Chapter 105 - Does the Whale's Magnitude Diminish? - Will He Perish? Summary — Moby-Dick; or, The Whale

Moby-Dick; or, The Whale by Herman Melville

Plot Summary

Chapter 105 of Moby-Dick pauses the narrative to pose two sweeping questions about the whale as a species: has the whale diminished in size over the ages, and will it be hunted to extinction? Herman Melville, through his narrator Ishmael, engages with the natural history, classical authorities, and practical whaling knowledge of his day to answer both questions with a resounding no.

Ishmael begins by observing that fossil evidence from the Tertiary geological period shows ancient whales were actually smaller than their modern descendants. The largest pre-Adamite whale skeleton yet discovered—the Alabama specimen mentioned in the previous chapter—measured less than seventy feet, whereas modern Sperm Whales have been captured at nearly one hundred feet. Turning to the written record, Ishmael dismisses the exaggerated accounts of Pliny, Aldrovandus, and Lacépède, who described whales spanning acres of bulk or measuring hundreds of feet. No experienced whaleman, Ishmael insists, would credit such stories. He bolsters his argument by analogy: Egyptian mummies are no taller than modern men, and the cattle on ancient Nineveh tablets are no larger than the prize stock of Smithfield—so why should the whale alone have degenerated?

The Extinction Question

The chapter’s second half takes up a more urgent question: whether the relentless global whale hunt will exterminate the species entirely. Ishmael acknowledges the alarming precedent of the American buffalo, whose vast herds had been decimated in a single generation. However, he argues that the analogy breaks down because whaling is far less efficient than buffalo hunting—forty men in a ship working four years might take only forty whales, whereas the same number of mounted hunters could slay forty thousand buffalo. Moreover, the whales have not declined in number but simply consolidated from scattered pods into enormous, widely separated herds.

Themes and Analysis

Ishmael identifies two ultimate refuges that will forever protect whale-bone whales: the polar seas, where ice barriers make pursuit impossible and whales "bid defiance to all pursuit from man." He further reasons that because whales live for a century or more, several adult generations overlap at any given time, providing an immense population buffer.
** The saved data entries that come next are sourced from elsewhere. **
describe('a bad JSON Lines line stops the import, names line and field, and leaves no file', () => {
  const edit = (n: number, f: (l: Line) => Line | string) => (lines: Line[]) => lines.map((l, i) => (i === n - 1 ? f(l) : l));
  const cases: [string, (lines: Line[]) => (Line | string)[], string, string[]?][] = [
    ['missing field', edit(3, (l) => without(l, 'reward')), 'line 3: reward is missing; expected a number'],
    ['missing flag', edit(2, (l) => without(l, 'truncated')), 'line 2: truncated is missing; expected true or false'],
    ['q of the wrong length', edit(5, (l) => ({ ...l, q: [1, 2, 3] })), 'line 5: q has 3 values; expected 2 (one per action)'],
    ['state of the wrong length', edit(4, (l) => ({ ...l, state: [1, 2] })), 'line 4: state has 2 values; expected 3 (the state dimensions)'],
    ['state longer than --state-dims', edit(1, (l) => ({ ...l, state: [1, 2, 3, 4] })), 'line 1: state has 4 values; expected 3 (the state dimensions: x, v, w)', ['--state-dims', 'x,v,w']],
    ['a reward that is not a number', edit(3, (l) => ({ ...l, reward: 'abc' })), 'line 3: reward "abc" is not a number; expected a number (or "NaN", "Infinity", "-Infinity")'],
    ['a state value that is not a number', edit(2, (l) => ({ ...l, state: [1, 'x', 3] })), 'line 2: state[1] "x" is not a number'],
    ['a flag that is not a boolean', edit(2, (l) => ({ ...l, terminal: 'yes' })), 'line 2: terminal "yes" is not true or false'],
    ['an action out of range', edit(4, (l) => ({ ...l, action: 5 })), 'line 4: action 5 is not one of 0..1'],
    ['an unknown action name', edit(2, (l) => ({ ...l, action: 'jump' })), 'line 2: action "jump" is not an action name (left, right) nor an index 0..1', ['--actions', 'left,right']],
    ['an action name without --actions', edit(2, (l) => ({ ...l, action: 'left' })), 'line 2: action "left" is not an action index 0..1 (give --actions to use names)'],
    ['a step gap', edit(5, (l) => ({ ...l, step: 2 })), 'line 5: step 2 follows step 0 of episode 1 (line 4); expected 1 (steps go up by 1)'],
    ['an episode going backwards', (lines) => [...lines, step(0, 3)], 'line 7: episode 0 comes after episode 1 (line 6); episode numbers must go up'],
    ['a step after the terminal step', (lines) => [...lines.slice(0, 3), step(0, 3), ...lines.slice(3)], 'line 4: episode 0 goes on after its terminal step 2 (line 3) with step 3'],
    ['an episode not starting at step 0', edit(4, (l) => ({ ...l, step: 3 })), 'line 4: step 3 starts episode 1; expected 0'],
    ['a line that is not JSON', edit(3, () => '{"episode": 0, "step": 2,'), 'line 3: is not JSON ('],
    ['a line that is not an object', edit(3, () => '[1, 2]'), 'line 3: is an array; expected a JSON object'],
    ['a negative episode', edit(1, (l) => ({ ...l, episode: -1 })), 'line 1: episode -1 is not a whole number ≥ 0'],
    ['a final_state of the wrong length', edit(3, (l) => ({ ...l, final_state: [1] })), 'line 3: final_state has 1 value; expected 3'],
  ];
  it.each(cases)('%s', async (_what, make, message, flags = []) => {
    const r = await importText('log.jsonl', jsonl(make(good())), ...flags);
    try {
      expect(r.code).toBe(2);
      expect(r.err).toContain(`episcope import: ${r.input} ${message}`);
      expect(r.err.trimEnd().split('\n')).toHaveLength(1);
      expect(r.out).toBe('');
      expect(r.files).toEqual(['log.jsonl']); // no OUT, no OUT.partial-<pid>
    } finally {
      r.sub.remove();
    }
  });
});

describe('a bad CSV row stops the import the same way', () => {
  const head = 'episode,step,state.0,state.1,action,reward,terminal,truncated,q.0,q.1';
  const rows = ['0,0,1,2,0,1,false,false,0.5,0.25', '0,1,1,2,1,1,false,false,0.5,0.25', '0,2,1,2,0,1,true,false,0.5,0.25', '1,0,1,2,0,1,false,false,0.5,0.25'];
  const csv = (edit: (rows: string[]) => string[], header = head) => [header, ...edit([...rows])].join('\r\n') + '\r\n';
  const set = (i: number, row: string) => (r: string[]) => r.map((x, j) => (j === i ? row : x));
  const cases: [string, string, string, string[]?][] = [
    ['a reward that is not a number', csv(set(2, '0,2,1,2,0,abc,true,false,0.5,0.25')), 'line 4: reward "abc" is not a number'],
    ['an empty required cell', csv(set(1, '0,1,1,,1,1,false,false,0.5,0.25')), 'line 3: state.1 is empty; expected a number'],
    ['a row with too few fields (a vector cut short)', csv(set(1, '0,1,1,2,1,1,false,false,0.5')), 'line 3: has 9 fields; the header row has 10'],
    ['a flag that is not a boolean', csv(set(0, '0,0,1,2,0,1,yes,false,0.5,0.25')), 'line 2: terminal "yes" is not true, false, 1 or 0'],
    ['an unknown action name', csv(set(1, '0,1,1,2,up,1,false,false,0.5,0.25')), 'line 3: action "up" is not an action name (left, right) nor an index 0..1', ['--actions', 'left,right']],
    ['an action out of range', csv(set(1, '0,1,1,2,2,1,false,false,0.5,0.25')), 'line 3: action 2 is not one of 0..1'],
    ['a step gap', csv(set(2, '0,3,1,2,0,1,true,false,0.5,0.25')), 'line 4: step 3 follows step 1 of episode 0 (line 3); expected 2'],
    ['an episode going backwards', csv((r) => [...r, '0,0,1,2,0,1,false,false,0.5,0.25']), 'line 6: episode 0 comes after episode 1 (line 5)'],
    ['a missing column', csv((r) => r.map((x) => x.split(',').filter((_, i) => i !== 5).join(',')), head.replace(',reward', '')), 'line 1: reward has no column; expected columns episode, step, state.0 …'],
    ['a gap in the state columns', csv((r) => r, head.replace('state.1', 'state.2')), 'line 1: state.1 has no column, but there are 2 state columns'],
    ['a q column that is not an action', csv((r) => r, head.replace('q.1', 'q.up')), 'line 1: q.up names an action, but no --actions was given'],
    ['a quote inside an unquoted field', csv(set(0, '0,0,1,2,0,1",false,false,0.5,0.25')), 'line 2: a double quote inside unquoted field 6'],
    ['a quoted field that never closes', csv(set(3, '1,0,"1,2,0,1,false,false,0.5,0.25')), 'line 5: a quoted field opened on line 5 never closes'],
  ];
  it.each(cases)('%s', async (_what, text, message, flags = []) => {
    const r = await importText('log.csv', text, ...flags);
    try {
      expect(r.code).toBe(2);
      expect(r.err).toContain(`episcope import: ${r.input} ${message}`);
      expect(r.files).toEqual(['log.csv']);
    } finally {
      r.sub.remove();
    }
  });
});

describe('--skip-bad', () => {
  it('writes the good lines, lists every skipped line with its reason and a count, and ends a cut episode where its good steps end', async () => {
    const lines: (Line | string)[] = [
      step(0, 0), step(0, 1), step(0, 2, { terminal: true }),      // lines 1–3: episode 0, whole
      step(1, 0), step(1, 1, { q: [1] }), step(1, 2), step(1, 3),  // line 5 bad: lines 6–7 follow on
      'not json',                                                  // line 8
      step(2, 0), step(2, 1, { action: 9 }),                       // line 10 bad, last of its episode
      step(3, 0), step(3, 1, { truncated: true }),                 // lines 11–12: episode 3, whole
      step(4, 0, { q: 'x' }), step(4, 1), step(4, 2),              // line 13 bad: 14–15 follow on
      step(1, 5),                                                  // line 16: goes backwards
    ];
    const r = await importText('log.jsonl', jsonl(lines), '--skip-bad');
    try {
      expect(r.code).toBe(0);
      const f = r.input;
      const listed = r.err.split('\n').filter((l) => l.startsWith('  '));
      expect(listed.map((l) => l.replace(f, 'LOG'))).toEqual([
        '  LOG line 5: q has 1 value; expected 2 (one per action)',
        '  LOG lines 6–7: rest of episode 1 after skipped line 5 (a step file holds no gap inside an episode)',
        expect.stringMatching(/^ {2}LOG line 8: is not JSON \(.+\); expected one JSON object per line$/),
        '  LOG line 10: action 9 is not one of 0..1',
        '  LOG line 13: q "x" is not an array; expected 2 numbers',
        '  LOG lines 14–15: rest of episode 4 after skipped line 13 (a step file holds no gap inside an episode)',
        '  LOG line 16: episode 1 comes after episode 3 (line 12); episode numbers must go up (the steps of an episode are contiguous)',
      ]);
      expect(r.err).toContain('episcope import: skipped 9 of 16 lines:');
      expect(r.out).toContain('7 steps in 4 episodes');
      expect(r.out).toContain('9 skipped');
      expect(r.files).toEqual(['log.jsonl', 'out.steps']);
      const file = openStepFilePath(r.outPath);
      expect(file.header.run).toMatchObject({ lines: 16, skipped: 9 });
      expect(file.episodes.map((e) => [e.length, e.end!.outcome, e.end!.reason])).toEqual([
        [3, 'terminal', ''],
        [1, 'ended', 'cut short: line 5 and the rest of the episode were skipped on import'],
        [1, 'ended', 'cut short: line 10 and the rest of the episode were skipped on import'],
        [2, 'truncated', ''],
      ]);
      file.close();
    } finally {
      r.sub.remove();
    }
  });

  it('skips a CSV row whose quoted field runs over several lines, naming the line it starts on', async () => {
    const text = [
      'episode,step,state.0,action,reward,terminal,truncated,q.0,reason',
      '0,0,1,0,1,false,false,0.5,',
      '0,1,1,0,"not\r\na number",false,false,0.5,',
      '1,0,1,0,1,false,true,0.5,"time\r\nlimit"',
    ].join('\r\n');
    const r = await importText('log.csv', text, '--skip-bad');
    try {
      expect(r.code).toBe(0);
      // The value is shown JSON-escaped, so the report stays one line per skip.
      expect(r.err).toContain(`skipped 1 of 3 lines:\n  ${r.input} line 3: reward "not\\r\\na number" is not a number`);
      const file = openStepFilePath(r.outPath);
      expect(file.episodes.map((e) => [e.length, e.end!.outcome, e.end!.reason])).toEqual([[1, 'ended', 'cut short: line 3 and the rest of the episode were skipped on import'], [1, 'truncated', 'time\r\nlimit']]);
      file.close();
    } finally {
      r.sub.remove();
    }
  });

  it('still refuses a log none of whose lines can be imported, writing nothing', async () => {
    const r = await importText('log.jsonl', jsonl([step(0, 0, { q: 'x' }), 'nope']), '--skip-bad');
    try {
      expect(r.code).toBe(2);
      expect(r.err).toContain('none of its 2 lines could be imported');
      expect(r.files).toEqual(['log.jsonl']);
    } finally {
      r.sub.remove();
    }
  });
});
The chapter concludes with one of the novel’s most celebrated passages, declaring the whale "immortal in his species, however perishable in his individuality." The Leviathan swam the seas before the continents rose, despised Noah’s Ark during the Flood, and will survive any future deluge.

Read in hindsight, Ishmael’s optimism is deeply ironic. The industrialization of whaling in the late nineteenth and twentieth centuries brought several whale species to the brink of extinction, proving that technology could overcome the very obstacles Ishmael trusted as permanent safeguards. The chapter thus functions as an unintentional case study in the limits of human foresight regarding environmental destruction, making it one of the most discussed passages in ecocritical readings of the novel.